▸ **Task brief**
What lines below include the string "unknownUnit"? Pick them out and copy them.

▸ **Source information**
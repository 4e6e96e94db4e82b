import { createRequire } from 'node:module';
import type { MathJsInstance, Unit } from 'mathjs';
import { msg, type SourceLocation } from './errors.js';

/**
 * Quantities at the boundary (STYLE.md §4). Text like "1.5 T", "15 kG", "300 um", "100 MeV" or
 * "2.1 GeV/c" is parsed once by mathjs and converted to Sagitta's internal units:
 *
 * | dimension | internal unit |
 * |-----------|---------------|
 * | field     | tesla         |
 * | length    | metre         |
 * | energy    | MeV           |
 * | momentum  | GeV/c         |
 * | voltage   | volt          |
 * | current   | ampere        |
 * | angle     | radian        |
 * | areal density (mass thickness) | g/cm²  |
 *
 * mathjs has no gauss; it is added here (1 G = 1e-4 T, with SI prefixes so "kG" works), because
 * older chamber logbooks give fields in kilogauss.
 *
 * mathjs takes about a second to load, which a command-line fit of a few seconds cannot afford.
 * So the common form "<number> <unit>" with a unit from the small table below is read directly,
 * and mathjs is loaded only for anything else (expressions, other units, error messages). The
 * table's factors are checked against mathjs in test/units.test.ts.
 */
let mathInstance: MathJsInstance | undefined;
function mathjs(): MathJsInstance {
  if (mathInstance === undefined) {
    const { create, all } = createRequire(import.meta.url)('mathjs') as typeof import('mathjs');
    mathInstance = create(all, {});
    mathInstance.createUnit('gauss', { definition: '1e-4 T', prefixes: 'short', aliases: ['G', 'Gs'] }, { override: false });
  }
  return mathInstance;
}

/** Factor to each dimension's internal unit for the units read without mathjs. */
export const DIRECT_UNITS: Readonly<Record<Dimension, Readonly<Record<string, number>>>> = Object.freeze({
  field: { T: 1, mT: 1e-3, uT: 1e-6, G: 1e-4, gauss: 1e-4, kG: 0.1, kgauss: 0.1 },
  length: { m: 1, cm: 1e-2, mm: 1e-3, um: 1e-6, nm: 1e-9, km: 1e3 },
  energy: { eV: 1e-6, keV: 1e-3, MeV: 1, GeV: 1e3, TeV: 1e6 },
  momentum: { eV: 1e-9, keV: 1e-6, MeV: 1e-3, GeV: 1, TeV: 1e3 },
  voltage: { V: 1, mV: 1e-3, kV: 1e3 },
  current: { A: 1, mA: 1e-3, kA: 1e3 },
  angle: { rad: 1, mrad: 1e-3, urad: 1e-6, deg: Math.PI / 180, degree: Math.PI / 180 },
  arealDensity: { 'g/cm2': 1, 'mg/cm2': 1e-3, 'ug/cm2': 1e-6, 'kg/m2': 0.1, 'g/m2': 1e-4 },
});
const DIRECT = /^([+-]?(?:\d+\.?\d*|\.\d+)(?:[eE][+-]?\d+)?)\s*([A-Za-zµμ°][A-Za-z0-9µμ/]*)$/;

export type Dimension = 'field' | 'length' | 'energy' | 'momentum' | 'voltage' | 'current' | 'angle' | 'arealDensity';

interface DimensionSpec {
  readonly base: string;
  readonly internal: string;
  readonly label: string;
  readonly example: string;
}

const SPECS: Readonly<Record<Dimension, DimensionSpec>> = Object.freeze({
  field: { base: 'MAGNETIC_FLUX_DENSITY', internal: 'T', label: 'a magnetic field', example: '1.5 T' },
  length: { base: 'LENGTH', internal: 'm', label: 'a length', example: '2.5 mm' },
  energy: { base: 'ENERGY', internal: 'MeV', label: 'an energy', example: '100 MeV' },
  // Momenta are written in energy units over c; "/c" is stripped before parsing.
  momentum: { base: 'ENERGY', internal: 'GeV', label: 'a momentum', example: '2.1 GeV/c' },
  voltage: { base: 'ELECTRIC_POTENTIAL', internal: 'V', label: 'a voltage', example: '250 V' },
  current: { base: 'CURRENT', internal: 'A', label: 'a current', example: '1.2 A' },
  angle: { base: 'ANGLE', internal: 'rad', label: 'an angle', example: '3 mrad' },
  // mathjs reads "g/cm^2"; "g/cm2" and "g/cm²" are normalised to it first.
  arealDensity: { base: 'SURFACE_DENSITY', internal: 'g/cm^2', label: 'an areal density', example: '7 g/cm2' },
});

export interface QuantityOptions {
  /** Unit assumed when the text is a bare number, e.g. 'mm'. Without it a bare number is an error. */
  readonly defaultUnit?: string;
  /** What is being read, for messages ("--field", "column x"). */
  readonly what?: string;
  readonly where?: SourceLocation;
}

const BARE_NUMBER = /^[+-]?(\d+\.?\d*|\.\d+)([eE][+-]?\d+)?$/;

/**
 * Parses text with a unit into the internal unit of `dimension` (table above).
 * Throws BAD_QUANTITY, MISSING_UNIT or WRONG_DIMENSION with the text and an example.
 * @example quantity('15 kG', 'field') // 1.5 (tesla)
 */
export function quantity(text: string, dimension: Dimension, options: QuantityOptions = {}): number {
  const spec = SPECS[dimension];
  const what = options.what ?? spec.label;
  const where = options.where ?? {};
  let s = String(text).trim();
  if (dimension === 'momentum') s = s.replace(/\s*\/\s*c\s*$/i, '');
  // Mass thickness is written "g/cm2", "g/cm^2" or "g/cm²"; the direct table spells it the first way.
  if (dimension === 'arealDensity') s = s.replace(/\s*\/\s*/g, '/').replace(/(cm|m)(?:\^2|²)(?=\)?$)/, (_, l: string) => `${l}2`);
  if (s === '') throw msg.badQuantity(text, what, spec.example, where);
  if (BARE_NUMBER.test(s)) {
    if (options.defaultUnit === undefined) throw msg.missingUnit(text, what, spec.example, where);
    s = `${s} ${options.defaultUnit}`;
  }
  const direct = DIRECT.exec(s);
  if (direct) {
    const factor = DIRECT_UNITS[dimension][direct[2].replace(/^[µμ]/, 'u')];
    if (factor !== undefined) {
      const value = Number(direct[1]) * factor;
      if (!Number.isFinite(value)) throw msg.badQuantity(text, what, spec.example, where);
      return value;
    }
  }
  // mathjs multiplies side by side ("1.5 T 2" would be 3 T): a number after a unit word is refused.
  if (UNIT_THEN_NUMBER.test(s)) throw msg.badQuantity(text, what, spec.example, where);
  const math = mathjs();
  let u: Unit;
  try {
    const parsed: unknown = math.evaluate(dimension === 'arealDensity' ? s.replace(/(cm|m)2(?=\)?$)/, (_, l: string) => `${l}^2`) : s);
    if (!math.isUnit(parsed)) throw new Error('not a unit');
    u = parsed;
  } catch {
    throw msg.badQuantity(text, what, spec.example, where);
  }
  if (!u.equalBase(math.unit(spec.internal))) throw msg.wrongDimension(text, what, spec.label, spec.example, where);
  let value: unknown;
  try {
    value = u.toNumber(spec.internal);
  } catch {
    // A complex value ("sqrt(-1) T") or another non-real quantity.
    throw msg.badQuantity(text, what, spec.example, where);
  }
  if (typeof value !== 'number' || !Number.isFinite(value)) throw msg.badQuantity(text, what, spec.example, where);
  return value;
}

/** A unit word followed by a space and a number, as in "1.5 T 2" (not an exponent: "1e3 T" has no space). */
const UNIT_THEN_NUMBER = /[a-zA-Zµμ°Ω]\s+[+-]?[\d.]/;

/** "1.5 T" | "15 kG" | "1500 mT" → tesla. */
export const fieldTesla = (text: string, options?: QuantityOptions): number => quantity(text, 'field', options);
/** "2.5 mm" | "300 um" → metres. */
export const lengthMetres = (text: string, options?: QuantityOptions): number => quantity(text, 'length', options);
/** "100 MeV" | "2 GeV" → MeV. */
export const energyMeV = (text: string, options?: QuantityOptions): number => quantity(text, 'energy', options);
/** "2.1 GeV/c" | "350 MeV/c" → GeV/c. */
export const momentumGeV = (text: string, options?: QuantityOptions): number => quantity(text, 'momentum', options);
/** "3 mrad" | "0.5 deg" → radians. */
export const angleRad = (text: string, options?: QuantityOptions): number => quantity(text, 'angle', options);
/** "7 g/cm2" | "7 g/cm^2" | "70 kg/m2" → g/cm². */
export const arealDensityGcm2 = (text: string, options?: QuantityOptions): number => quantity(text, 'arealDensity', options);

/**
 * Metres per unit for a length unit name as written in a table header ("mm", "cm", "um", "µm",
 * "m", "in"). Throws UNKNOWN_UNIT for anything that is not a length.
 * @example metresPerUnit('cm') // 0.01
 */
export function metresPerUnit(unit: string, where: SourceLocation = {}): number {
  // Named by a command-line flag ("--length-unit") rather than a table column: say it as a flag.
  if (typeof where.column === 'string' && where.column.startsWith('--')) {
    try {
      return metresPerUnit(unit);
    } catch {
      throw msg.badArgument(where.column, unit, 'a length unit such as um, mm, cm or m');
    }
  }
  const name = unit.trim().replace(/^µ|^μ/, 'u');
  const direct = DIRECT_UNITS.length[name];
  if (direct !== undefined) return direct;
  const math = mathjs();
  let u: Unit;
  try {
    u = math.unit(1, name);
  } catch {
    throw msg.unknownUnit(unit, 'a length', 'um, mm, cm, m', where);
  }
  if (!u.equalBase(math.unit('m'))) throw msg.unknownUnit(unit, 'a length', 'um, mm, cm, m', where);
  return u.toNumber('m');
}

/**
 * A point in space [m] from text: three numbers and one length unit ("-55 0 0 cm", "0,0,0 m"),
 * or three lengths each with its unit ("-55 cm 2 mm 0 m"). A bare number without a unit is
 * refused (MISSING_UNIT), as everywhere else.
 * @example pointMetres('-55 0 10 cm') // [-0.55, 0, 0.1]
 */
export function pointMetres(text: string, options: QuantityOptions = {}): [number, number, number] {
  const what = options.what ?? 'a point';
  const parts = String(text).trim().split(/[\s,;]+/).filter((p) => p !== '');
  const number = /^[+-]?(\d+\.?\d*|\.\d+)([eE][+-]?\d+)?$/;
  if (parts.length === 4 && parts.slice(0, 3).every((p) => number.test(p))) {
    const f = metresPerUnit(parts[3]);
    return [Number(parts[0]) * f, Number(parts[1]) * f, Number(parts[2]) * f];
  }
  if (parts.length === 6) return [0, 1, 2].map((k) => lengthMetres(`${parts[2 * k]} ${parts[2 * k + 1]}`, { ...options, what })) as [number, number, number];
  // "1 2 cm": a unit after fewer than three numbers.
  if (parts.length >= 2 && parts.length <= 3 && !number.test(parts[parts.length - 1]) && parts.slice(0, -1).every((p) => number.test(p))) {
    throw msg.badQuantity(text, `${what} (three coordinates and a unit)`, '-55 0 0 cm', options.where ?? {});
  }
  if (parts.length === 3 && !parts.every((p) => number.test(p))) return parts.map((p) => lengthMetres(p, { ...options, what })) as [number, number, number];
  if (parts.length === 3) throw msg.missingUnit(text, what, '-55 0 0 cm', options.where ?? {});
  throw msg.badQuantity(text, what, '-55 0 0 cm', options.where ?? {});
}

▸ **Response area**
    throw msg.unknownUnit(unit, 'a length', 'um, mm, cm, m', where);
  if (!u.equalBase(math.unit('m'))) throw msg.unknownUnit(unit, 'a length', 'um, mm, cm, m', where);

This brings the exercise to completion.